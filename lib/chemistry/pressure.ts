import { ATM_BAR, MOLAR_VOLUME_STP_L, R_L_ATM, ZERO_C_K } from './constants';
import { co2SolubilityMolPerLAtm } from './solubility';
import { waterVapourPressureAtm } from './water';

export const PSI_PER_BAR = 14.503773773; // NIST SP 811: 1 psi = 6.894757 kPa

/** A sealed container: its liquid, the gas space above it, and the temperature at which it was closed. */
export interface Container {
  liquidMl: number;
  headspaceMl: number;
  sealedTempC: number;
}

export interface Equilibrium {
  tempC: number;
  /** Partial pressure of CO2 in the headspace, atm absolute. */
  co2PartialAtm: number;
  /** Pressure above atmospheric that a gauge on the bottle would read. */
  gaugeBar: number;
  gaugePsi: number;
  /** CO2 dissolved in the liquid at this temperature, volumes (L at 0 °C, 1 atm per L of liquid). */
  dissolvedVolumes: number;
}

/**
 * Partial pressure of the air sealed into the headspace, atm, at `tempC`. The headspace is taken as air plus
 * water vapour at 1 atm when the cap goes on; the air then behaves as an ideal gas of fixed amount and volume.
 */
function airPartialAtm(container: Container, tempC: number): number {
  if (container.headspaceMl <= 0) return 0;
  const sealedK = container.sealedTempC + ZERO_C_K;
  return (1 - waterVapourPressureAtm(container.sealedTempC)) * ((tempC + ZERO_C_K) / sealedK);
}

/** mol of CO2 the container holds per atm of CO2 partial pressure at `tempC`: dissolved (Henry) plus headspace (ideal gas). */
function co2CapacityMolPerAtm(container: Container, tempC: number): number {
  const liquidL = container.liquidMl / 1000;
  const gasL = container.headspaceMl / 1000;
  return co2SolubilityMolPerLAtm(tempC) * liquidL + gasL / (R_L_ATM * (tempC + ZERO_C_K));
}

/**
 * Equilibrium in a sealed container holding `totalCo2Mol` of CO2 (dissolved and in the headspace together) at
 * `tempC`. Henry's law with Weiss (1974) for the liquid, ideal gas for the headspace; the total pressure is
 * CO2 + sealed-in air + water vapour, and the gauge reading is that less 1 atm.
 */
export function equilibriumAt(container: Container, totalCo2Mol: number, tempC: number): Equilibrium {
  const co2PartialAtm = totalCo2Mol / co2CapacityMolPerAtm(container, tempC);
  const totalAtm = co2PartialAtm + airPartialAtm(container, tempC) + waterVapourPressureAtm(tempC);
  const gaugeBar = (totalAtm - 1) * ATM_BAR;
  return {
    tempC,
    co2PartialAtm,
    gaugeBar,
    gaugePsi: gaugeBar * PSI_PER_BAR,
    dissolvedVolumes: co2SolubilityMolPerLAtm(tempC) * co2PartialAtm * MOLAR_VOLUME_STP_L,
  };
}

/** The most CO2 (mol) the container may hold so that its gauge pressure at `tempC` stays at or below `gaugeBar`. */
export function maxCo2MolForGauge(container: Container, gaugeBar: number, tempC: number): number {
  const allowedCo2Atm = gaugeBar / ATM_BAR + 1 - airPartialAtm(container, tempC) - waterVapourPressureAtm(tempC);
  return Math.max(0, allowedCo2Atm * co2CapacityMolPerAtm(container, tempC));
}

/** mol of CO2 in `liquidMl` of liquid carrying `volumes` volumes of CO2. */
export function volumesToMol(volumes: number, liquidMl: number): number {
  return (volumes * liquidMl) / 1000 / MOLAR_VOLUME_STP_L;
}

/** Volumes of CO2 that `mol` of CO2 make in `liquidMl` of liquid. */
export function molToVolumes(mol: number, liquidMl: number): number {
  return liquidMl > 0 ? (mol * MOLAR_VOLUME_STP_L * 1000) / liquidMl : 0;
}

_____

**YOUR ASSIGNMENT:** Write down exactly every line of the material above up to and including the line containing "co2PartialAtm: number;".

**RESULT FOR THIS TASK:**
filename lib/chemistry/pressure.ts
import { ATM_BAR, MOLAR_VOLUME_STP_L, R_L_ATM, ZERO_C_K } from './constants';
import { co2SolubilityMolPerLAtm } from './solubility';
import { waterVapourPressureAtm } from './water';

export const PSI_PER_BAR = 14.503773773; // NIST SP 811: 1 psi = 6.894757 kPa

/** A sealed container: its liquid, the gas space above it, and the temperature at which it was closed. */
export interface Container {
  liquidMl: number;
  headspaceMl: number;
  sealedTempC: number;
}

export interface Equilibrium {
  tempC: number;
  /** Partial pressure of CO2 in the headspace, atm absolute. */
  co2PartialAtm: number;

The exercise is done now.